# [Extracted records]
**********

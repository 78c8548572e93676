"""Scenario comparison: table values against closed-form answers and direct runs, ranking, variants."""

from __future__ import annotations

import math
from dataclasses import replace

import pytest
from numpy.testing import assert_allclose

from procplan.errors import InvalidInputError
from procplan.run.engine import run_plan
from procplan.studies.compare import compare_plans, variants_of
from procplan.studies.metrics import CRITERIA, result_metrics

from .conftest import cylinder_plan, lumped_sphere_plan


def test_table_matches_closed_form_lumped_time_and_energy():
    # Source: Incropera et al., 7th ed., eq. 5.5 (time) and eq. 5.8 form Q = rho V c (T_i - T) (energy).
    # Tolerance: O(Bi) ≈ 1e-5 series-vs-lumped, and the engine's stop root at 1e-6 of the step.
    base = lumped_sphere_plan(20.0)
    plans = [base, *variants_of(base, [{"h_W_m2K": 40.0}, {"name": "big", "diameter_mm": 30}])]
    cmp_ = compare_plans(plans, criterion="time")
    tab = cmp_.table
    assert list(tab.index) == ["ball", "ball [h_W_m2K=40]", "ball [big]"]
    for name, h, d in (("ball", 20.0, 0.02), ("ball [h_W_m2K=40]", 40.0, 0.02), ("ball [big]", 20.0, 0.03)):
        t = 8500.0 * (d / 6.0) * 400.0 / h * math.log(60.0 / 10.0) / 60.0
        assert_allclose(tab.loc[name, "time_to_target_min"], t, rtol=5e-5)
        q = 8500.0 * math.pi * d**3 / 6.0 * 400.0 * (80.0 - 30.0) / 3.6e6  # cooled to a uniform 30 °C
        assert_allclose(tab.loc[name, "energy_removed_kWh"], q, rtol=1e-3)
    assert cmp_.ranking == ("ball [h_W_m2K=40]", "ball", "ball [big]") and cmp_.best == "ball [h_W_m2K=40]"
    assert tab.loc["ball [big]", "rank"] == 3
    assert set(cmp_.histories()["scenario"]) == set(tab.index)


def test_rows_equal_direct_runs_and_margin_ranking(rules_library):
    base = cylinder_plan("us-food-code-two-stage").with_step(0, stop_when_core_C=4.0)
    plans = variants_of(base, [{"h_W_m2K": 15.0}, {"h_W_m2K": 30.0}, {"h_W_m2K": 60.0}])
    cmp_ = compare_plans(plans, library=rules_library, criterion="margin")
    for p in plans:
        direct = result_metrics(run_plan(p, library=rules_library))
        row = cmp_.table.loc[p.title]
        assert row["time_to_target_min"] == pytest.approx(direct["time_to_target_min"])
        assert row["rule_margin_min"] == pytest.approx(direct["rule_margin_min"])
    assert cmp_.ranking[0].endswith("[h_W_m2K=60]")
    energy = compare_plans(plans, library=rules_library, criterion="energy")
    e = energy.table["electricity_kWh"] + energy.table["energy_added_kWh"]
    assert list(energy.ranking) == list(e.sort_values(kind="mergesort").index)


def test_variants_change_what_they_say():
    base = cylinder_plan()
    v = variants_of(
        base,
        [
            {"step": 0, "duration_min": 90, "stop_when_core_C": 8},
            {"start_C": 60, "margin_percent": 15},
            {"product": replace(base.product, name="other")},
        ],
    )
    assert v[0].steps[0].duration_s == 5400.0 and v[0].steps[0].stop_when_core_C == 8.0
    assert v[1].start_temperature_C == 60.0 and v[1].checks.margin_percent == 15.0
    assert v[2].product.name == "other"
    for bad in ({"fan": 1}, {"step": 4}, {"settings": {"air_C": 1}}, {"h_W_m2K": -2}, {"product": "nope"}):
        with pytest.raises(InvalidInputError):
            variants_of(base, [bad])
    with pytest.raises(InvalidInputError):
        compare_plans([base], criterion="cheapest")
    with pytest.raises(InvalidInputError):
        compare_plans([base, base], names=["a", "a"])
    assert set(CRITERIA) == {"time", "energy", "margin"}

**********

# [Task to carry out]
State how many lines of the listing hold the string "other"; reply with the number and nothing else.

# [Response to this task]
2